Li also participated in Southern University of Science and Technology’s founding and collaborated with Harbin Institute of Technology, Guangdong University of Technology, and other mainland institutions on educational reform programs—encountering various obstacles. “Traditional engineering education teaches problem analysis and solving, but not problem definition and discovery. So students don’t own the problem, won’t dig deep into it, publish a paper, graduate, and leave,” Li says. Having come through this system himself, over the years everyone discussed industry-university-research integration, encouraging teachers or students to start businesses, but with poor results. “We used to run relay races—each person runs a leg before handing off, constantly dropping the baton. That’s why universities have piles of achievements that never translate.”
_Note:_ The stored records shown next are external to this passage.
/** The partner's console on the outside: today a login page that refuses every account of theirs (no account may log in from there). */
const PARTNER_CONSOLE = { kind: "probe", id: "partner-console", from: "198.51.100.10", interface: "outside", service: "https", expect: "login-denied", note: "The partner reaches the console page." };
/** The partner rule switched off: the console goes dark for them; nobody loses a login (no lockout). */
const DISABLE_R2 = { ...NOTE_R2, rule: { ...NOTE_R2.rule, enabled: false } };
const disableR2Form = { intent: "save-rule", original: "r2", id: "r2", interface: "outside", sources: "partner-hq", destinations: "any", services: "https", schedule: "all-week", action: "allow", note: "" };

async function withPartnerExpectation(label: string): Promise<Team> {
  const team = await makeTeam(label);
  await addExpectation(team.organisationId, team.deviceId, PARTNER_CONSOLE, team.members.owner.actor);
  return team;
}

describe("Expectations join the gate", () => {
  test("A failing expectation blocks a direct save (the effect shown) and a proposal's submission; an admin approves past it with a written reason, and it applies", async () => {
    const team = await withPartnerExpectation("expect");
    // The partner console's expectation holds today (the engine's trace agrees).
    const live = await deviceRevisions.find(team.organisationId, team.deviceId);
    expect(trace(live!.analysis.compiled, { from: "198.51.100.10", interface: "outside", service: "https" }).outcome).toBe("login-denied");

    // A direct save that breaks it is refused with the reason and the effect in words; nothing is saved.
    const engineer = await team.members.engineer.client();
    const refused = await engineer.post(`${team.path}/model/rules`, { ...disableR2Form, baseRevision: "1" });
    expect(refused.status).toBe(409);
    const refusedText = visibleText(refused.text);
    expect(refusedText).toContain("Not saved: a failing expectation blocks this change.");
    expect(refusedText).toContain("Expectation “partner-console” held before this change and fails after it");
    expect(refusedText).toContain("The effect of this change");
    expect(refusedText).toContain("changed r2: enabled");
    // The headline is the engine's own for exactly this change.
    const disabled = parseModel(applyElementEdit(live!.effective, DISABLE_R2));
    if (!disabled.ok) throw new Error("the edit is valid");
    const headline = changeEffect(live!.analysis.compiled, compileModel(disabled.model)).headline;
    expect(refusedText).toContain(headline);
    expect(refusedText).toContain("Make it a proposal");
    expect(await revisionCount(team.deviceId)).toBe(1);
    // An admin is offered to save it anyway, with a reason.
    const admin = await team.members.admin.client();
    const adminRefused = await admin.post(`${team.path}/model/rules`, { ...disableR2Form, baseRevision: "1" });
    expect(adminRefused.status).toBe(409);
    expect(visibleText(adminRefused.text)).toContain("Why save it anyway");

    // As a proposal: submitting is refused (409) with the expectation's reason.
    const { environment } = mailbox();
    const proposal = await createProposal({ organisationId: team.organisationId, deviceId: team.deviceId }, details("Close the partner console"), { kind: "edit", attempt: attemptOf(DISABLE_R2), message: "Changed inbound rule r2" }, team.members.author.actor, environment);
    const proposalPath = `${team.path}/proposals/${proposal.id}`;
    const author = await team.members.author.client();
    const blocked = await postJson(author, `${proposalPath}/submit`, {});
    expect(blocked.status).toBe(409);
    expect(blocked.json.error).toMatch(/^Not submitted: a failing expectation blocks this change\. Change the draft so every expectation that holds today still holds/);
    expect(blocked.json.reasons).toEqual([
      {
        kind: "expectation",
        words: expect.stringMatching(/^Expectation “partner-console” held before this change and fails after it: /),
        details: ["expected: 198.51.100.10 → outside https: Login shown, refused, all week", "before: 198.51.100.10 → outside https gets Login shown, refused all week, as expected.", expect.stringMatching(/^witness: 198\.51\.100\.10 → outside https/)],
      },
    ]);
    // The witness replays: `trace` on the draft gives what the reason says.
    const witness = /^witness: (\S+) → outside https \(to (\S+)\) at (\S+) gets No answer$/.exec(String((blocked.json.reasons as Array<{ details: string[] }>)[0].details[2]));
    expect(trace(compileModel(disabled.model), { from: witness?.[1] ?? "", interface: "outside", service: "https", to: witness?.[2], at: witness?.[3] }).outcome).toBe("silent");
    const page = visibleText((await author.get(proposalPath)).text);
    expect(page).toContain("Expectation no longer holds");
    expect(page).toContain("Acknowledge a failing expectation (only if the change is meant)");

    // Meant: the author acknowledges it in writing and submits.
    const submitted = await postJson(author, `${proposalPath}/submit`, { acknowledgement: "The partner contract ends on Friday; the console closes." });
    expect(submitted.status, JSON.stringify(submitted.json)).toBe(200);
    // A reviewer may not approve past it (403); an admin needs a written reason (400), then approves.
    const reviewerRefused = await postJson(await team.members.reviewer.client(), `${proposalPath}/approve`, { reason: "" });
    expect(reviewerRefused.status).toBe(403);
    expect(reviewerRefused.json.error).toMatch(/^A failing expectation blocks this change: only an admin or owner can approve it/);
    expect((await postJson(admin, `${proposalPath}/approve`, { reason: "" })).status).toBe(400);
    const approved = await postJson(admin, `${proposalPath}/approve`, { reason: "", guardOverride: "Agreed with the partner's account manager in CHG-881." });
    expect(approved.status, JSON.stringify(approved.json)).toBe(200);
    expect(approved.json.state).toBe("approved");
    const event = await AuditEvent.findOne({ where: { organisationId: team.organisationId, action: "proposal.approved", targetId: proposal.id } });
    expect(event?.changes).toMatchObject({ guardOverride: "Agreed with the partner's account manager in CHG-881." });
    // Applying checks the gate again: the admin's approval past it lets it through.
    const applied = await applyProposal(ref(team, proposal.id), {}, team.members.author.actor, environment);
    expect(applied.revision).toBe(2);
  });

  test("Applying is refused while an expectation the live revision meets would break and nobody approved past it", async () => {
    const team = await makeTeam("expect-late");
    const { environment } = mailbox();
    // Drafted and approved before the team recorded the expectation: nothing blocked then.
    const proposal = await createProposal({ organisationId: team.organisationId, deviceId: team.deviceId }, details("Close the partner console"), { kind: "edit", attempt: attemptOf(DISABLE_R2), message: "Changed inbound rule r2" }, team.members.author.actor, environment);
    const proposalPath = `${team.path}/proposals/${proposal.id}`;
    expect((await postJson(await team.members.author.client(), `${proposalPath}/submit`, {})).status).toBe(200);
    await reviewProposal(ref(team, proposal.id), { verdict: "approved", reason: "" }, team.members.reviewer.actor, environment);
    await addExpectation(team.organisationId, team.deviceId, PARTNER_CONSOLE, team.members.owner.actor);
    const refused = await postJson(await team.members.author.client(), `${proposalPath}/apply`, {});
    expect(refused.status).toBe(409);
    expect(refused.json.error).toMatch(/^Not applied: a failing expectation blocks this change and no admin or owner approved it past it\./);
    expect(await revisionCount(team.deviceId)).toBe(1);
    expect((await ChangeProposal.findByPk(proposal.id))?.state).toBe("approved");
  });
});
In early XbotPark days, Li recruited nationwide, calling this model “hunting”—like traditional angel investing, searching worldwide for “prey,” investing when suitable projects appeared. But in recent years, Li believes “hunting” should shift to “farming”—creating more industrial innovation test fields, cultivating from seed to full growth cycle, requiring deeper educational reform participation.

Over recent years, Li and collaborators have launched innovation bases and colleges in Ningbo, Changzhou, Chongqing, Hong Kong, Shenzhen, Guangzhou, and elsewhere. The Shenzhen Institute of Technology, founded in 2021, is among them. Deputy Dean Yu Ying, responsible for daily operations, explains that over several years, 120,000 people applied, with 500+ entrepreneurs admitted forming 66 teams—half focused on AI + hardware. “When entering, people jokingly called themselves ‘three-nothings’—no ideas, no teams, no resources, including some high school graduates. But after two and a half years, 60% of teams achieved ¥30-50 million valuations.”
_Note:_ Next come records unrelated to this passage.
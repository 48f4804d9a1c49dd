// Issue 14: with PostgreSQL stopped every page and the trace API answered 500 (the API in plain
// text). Now: 503 with Retry-After — RFC 9457 problem details on API routes, an HTML page on
// pages — and recovery once it is back. The outage is real but private to this test: a second
// app server reaches PostgreSQL through a TCP relay that the test closes and reopens, so the
// shared cluster and the suite's own server are never touched.
import { createConnection, createServer, type Server, type Socket } from "node:net";
import { spawn, type ChildProcess } from "node:child_process";
import { afterAll, beforeAll, describe, expect, test } from "vitest";
import { Organisation, Device } from "#models/index";
import { getDatabase } from "#server/db/database.server";
import { findFreePort } from "../support/free-port";
import { DEMO_PASSWORDS, TestClient } from "../support/client";

const sequelize = getDatabase();
const target = new URL(process.env.DATABASE_URL!);
let relayPort = 0;
let relay: Server | null = null;
const sockets = new Set<Socket>();
let app: ChildProcess | undefined;
let baseUrl = "";

function openRelay(): Promise<void> {
  relay = createServer((client) => {
    const upstream = createConnection(Number(target.port || 5432), target.hostname);
    for (const socket of [client, upstream]) {
      sockets.add(socket);
      socket.on("close", () => sockets.delete(socket));
      socket.on("error", () => socket.destroy());
    }
    client.pipe(upstream).pipe(client);
  });
  return new Promise((resolve) => relay!.listen(relayPort, "127.0.0.1", () => resolve()));
}

function closeRelay(): Promise<void> {
  for (const socket of sockets) socket.destroy();
  return new Promise((resolve) => (relay ? relay.close(() => resolve()) : resolve()));
}

async function waitFor(check: () => Promise<boolean>, ms: number): Promise<boolean> {
  const deadline = Date.now() + ms;
  while (Date.now() < deadline) {
    if (await check().catch(() => false)) return true;
    await new Promise((resolve) => setTimeout(resolve, 250));
  }
  return false;
}

beforeAll(async () => {
  relayPort = await findFreePort();
  await openRelay();
  const port = await findFreePort();
  baseUrl = `http://127.0.0.1:${port}`;
  const relayed = new URL(process.env.DATABASE_URL!);
  relayed.port = String(relayPort);
  app = spawn(process.execPath, ["--import", "tsx", "server/http/main.ts"], {
    env: { ...process.env, NODE_ENV: "production", PORT: String(port), APP_ORIGIN: baseUrl, DATABASE_URL: relayed.toString(), TRUST_PROXY: "1", SALLYPORT_FAKE_SMTP: "0" },
    stdio: ["ignore", "ignore", "inherit"],
  });
  // A second app process starting beside the browser suite on a busy 2-core machine took over 30 s.
  expect(await waitFor(async () => (await fetch(`${baseUrl}/healthz`)).ok, 90_000)).toBe(true);
}, 120_000);

afterAll(async () => {
  app?.kill("SIGTERM");
  await closeRelay();
  await sequelize.close();
});

describe("PostgreSQL unreachable → 503 with Retry-After, then recovery", () => {
  test("Pages, the trace API and health answer 503 while the database is away, and 200 again once it is back", { timeout: 90_000 }, async () => {
    const client = new TestClient(undefined, baseUrl);
    expect((await client.signIn(...DEMO_PASSWORDS.engineer)).status).toBe(302);
    const organisation = await Organisation.findOne({ where: { slug: "lanternfield" } });
    const device = await Device.findOne({ where: { organisationId: organisation!.id } });
    const fleet = "/o/lanternfield/devices";
    const traceApi = `/o/lanternfield/devices/${device!.id}/api/trace?from=192.0.2.1&interface=wan&service=https`;
    expect((await client.get(fleet)).status).toBe(200);
    const traceBefore = await client.get(traceApi);
    expect(traceBefore.status).toBeLessThan(500);

    await closeRelay();

    const page = await client.get(fleet);
    expect(page.status).toBe(503);
    expect(Number(page.headers.get("Retry-After"))).toBeGreaterThan(0);
    expect(page.headers.get("Content-Type")).toMatch(/text\/html/);
    expect(page.text).toContain("cannot reach its database");

    const api = await client.get(traceApi);
    expect(api.status).toBe(503);
    expect(Number(api.headers.get("Retry-After"))).toBeGreaterThan(0);
    // RFC 9457 §3: application/problem+json with type, title, status and detail.
    expect(api.headers.get("Content-Type")).toBe("application/problem+json");
    const problem = JSON.parse(api.text) as Record<string, unknown>;
    expect(problem).toMatchObject({ type: "about:blank", title: "Service Unavailable", status: 503 });
    expect(typeof problem.detail).toBe("string");

    const data = await client.get(`${fleet}.data`);
    expect(data.status).toBe(503);
    const signedOut = await new TestClient(undefined, baseUrl).post("/login", { email: DEMO_PASSWORDS.engineer[0], password: DEMO_PASSWORDS.engineer[1] });
    expect(signedOut.status).toBe(503);
    expect((await client.get("/healthz")).status).toBe(503);

    await openRelay();
    // Recovery without a restart: the pool reconnects.
    expect(await waitFor(async () => (await client.get(fleet)).status === 200, 30_000)).toBe(true);
    expect((await client.get(traceApi)).status).toBe(traceBefore.status);
  });
});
These new colleges and bases share XbotPark’s experience and resources while organizing student participation in various bootcamps. Li emphasizes that especially within schools, implementing new engineering education means bridging the education-industry gap, overturning entire curriculum structures, teaching methods, and evaluation systems. “We don’t want students who only score high on tests, but those with curiosity, willingness to act, and persistence,” Li says. Entrepreneurship and school learning are fundamentally different. “In traditional education, you succeed once, publish a paper or apply for a patent. But product development requires hundreds or thousands of iterations—sometimes just small changes, like appearance, but without this process, success is difficult.”
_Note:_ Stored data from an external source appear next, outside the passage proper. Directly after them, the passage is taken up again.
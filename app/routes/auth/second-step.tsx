import { Form, Link, redirect, useNavigation, useSearchParams } from "react-router";
import { z } from "zod";
import type { Route } from "./+types/second-step";
import { signedInOf } from "#server/auth/guard.server";
import { getPendingSignIn, safeRedirectPath, SECOND_STEP_MINUTES, startSession } from "#server/auth/session.server";
import { serializeFlash } from "#server/auth/flash.server";
import { fieldErrorsOf, formValues, invalidForm, readForm } from "#server/http/form.server";
import { refusedForm } from "#server/http/refusals.server";
import { clientAddressOf } from "#server/http/request-context.server";
import { recordAuditEvent } from "#server/services/audit.server";
import { lockedMessage, secondFactorLockedUntil, verifySecondFactor } from "#server/services/second-factor.server";
import { formatDuration } from "#server/engine/format";
import { Button } from "#app/components/ui/button";
import { FormError, TextField } from "#app/components/ui/field";

export const meta: Route.MetaFunction = () => [{ title: "Second step · Sallyport" }];

const CodeSchema = z.object({ code: z.string().trim().min(1, "Enter the code from your authenticator app, or a recovery code.").max(32, "That is longer than any code.") });

const startOver = async (message: string) => redirect("/login", { headers: { "Set-Cookie": await serializeFlash({ kind: "info", message }) } });

export async function loader({ request, context }: Route.LoaderArgs) {
  if (signedInOf(context)) throw redirect(safeRedirectPath(new URL(request.url).searchParams.get("redirectTo")));
  const pending = await getPendingSignIn(request);
  if (!pending) throw await startOver(`Sign in with your password first. The second step waits ${formatDuration(SECOND_STEP_MINUTES, "minute")} at most.`);
  // Reached only after the right password, so saying the step is locked tells nothing new.
  const lockedUntil = await secondFactorLockedUntil(pending.user.id);
  return { email: pending.user.email, locked: lockedUntil ? lockedMessage(lockedUntil) : null };
}

export async function action({ request, context }: Route.ActionArgs) {
  const values = formValues(await readForm(request));
  const pending = await getPendingSignIn(request);
  if (!pending) throw await startOver(`The sign-in took longer than ${formatDuration(SECOND_STEP_MINUTES, "minute")}: enter your password again.`);
  const parsed = CodeSchema.safeParse(values);
  if (!parsed.success) return invalidForm(fieldErrorsOf(parsed.error), values);
  try {
    const clientAddress = clientAddressOf(context);
    const method = await verifySecondFactor(pending.user, parsed.data.code, clientAddress);
    // A fresh session id now that both steps passed (OWASP ASVS 3.2.1); the pending one ends.
    const cookie = await startSession(request, pending.user.id, clientAddress);
    await recordAuditEvent({ userId: pending.user.id, email: pending.user.email, clientAddress }, { organisationId: null, action: "user.signed-in", targetType: "user", targetId: pending.user.id, changes: { secondFactor: method } });
    const headers = new Headers({ "Set-Cookie": cookie });
    if (method === "recovery code") headers.append("Set-Cookie", await serializeFlash({ kind: "info", message: "Signed in with a recovery code, which no longer works. The count left is on your account page." }));
    throw redirect(safeRedirectPath(values.redirectTo), { headers });
  } catch (error) {
    return refusedForm(error, { ...values, code: "" });
  }
}

export default function SecondStep({ loaderData, actionData }: Route.ComponentProps) {
  const [searchParams] = useSearchParams();
  const navigation = useNavigation();
  const values = actionData?.values ?? {};
  const errors: Record<string, string> = actionData?.errors ?? {};
  return (
    <>
      <h1 className="text-display">Second step</h1>
      <p className="mt-2 text-sm text-ink-muted">
        Your password for <strong className="text-ink">{loaderData.email}</strong> is right. Enter the six-digit code your authenticator app shows now, or one of your recovery codes.
      </p>
      <Form method="post" className="mt-8 space-y-5" noValidate>
        <FormError message={errors.form && !errors.code ? errors.form : !actionData && loaderData.locked ? loaderData.locked : null} />
        <input type="hidden" name="redirectTo" value={searchParams.get("redirectTo") ?? values.redirectTo ?? ""} />
        <TextField
          label="Code"
          name="code"
          autoComplete="one-time-code"
          required
          maxLength={32}
          // eslint-disable-next-line jsx-a11y/no-autofocus -- the only field of the step the user just reached
          autoFocus
          spellCheck={false}
          error={errors.code}
          hint="A recovery code looks like abcde-23456 and works once."
        />
        <Button type="submit" className="w-full" disabled={navigation.state === "submitting"}>
          {navigation.state === "submitting" ? "Checking…" : "Continue"}
        </Button>
      </Form>
      <p className="mt-6 text-sm text-ink-muted">
        Lost your authenticator and your recovery codes? An owner of your organisation cannot read them either; ask the people who run this Sallyport server.{" "}
        <Link to="/login" className="underline underline-offset-4 hover:text-ink">
          Start over
        </Link>
      </p>
    </>
  );
}

export function headers({ actionHeaders }: Route.HeadersArgs) {
  return actionHeaders;
}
The new engineering education Li now advocates combines entrepreneurship with student learning, so graduates possess basic entrepreneurial capabilities—and this reflects in their academic performance. Li annually examines one metric post-graduation: student entrepreneurial density index. Their definition: graduates founding or co-founding companies with social investment and market recognition. Dividing these entrepreneurs by total graduates yields the entrepreneurial density index. Li explains that in traditional engineering education schools, MIT leads at approximately 1%, with Stanford second at 0.5%. Someone calculated that MIT graduate-founded companies’ combined revenue equals the world’s tenth-largest economy—exceeding South Korea’s GDP.

After extensive young entrepreneur exposure, Tang Xiaoxi observes shifting attitudes toward entrepreneurship over time. “For example, during the pandemic years, entrepreneurial confidence suffered greatly; many university students preferred ‘civil service exams.’ Recruiting students was also difficult then.” She tells me that in the past year or two, situations have clearly improved, and societal attitudes toward young people have changed significantly—more willing to listen to their voices. She also discovered: “Previously many students aimed for big tech companies, like a tradition—seniors entered big tech, so they must too. But now, many hold more open attitudes toward joining small factories, especially startups.”

Songshan Lake Innovation Hub
XbotPark in Dongguan, surrounded by research institutions and startup hubs.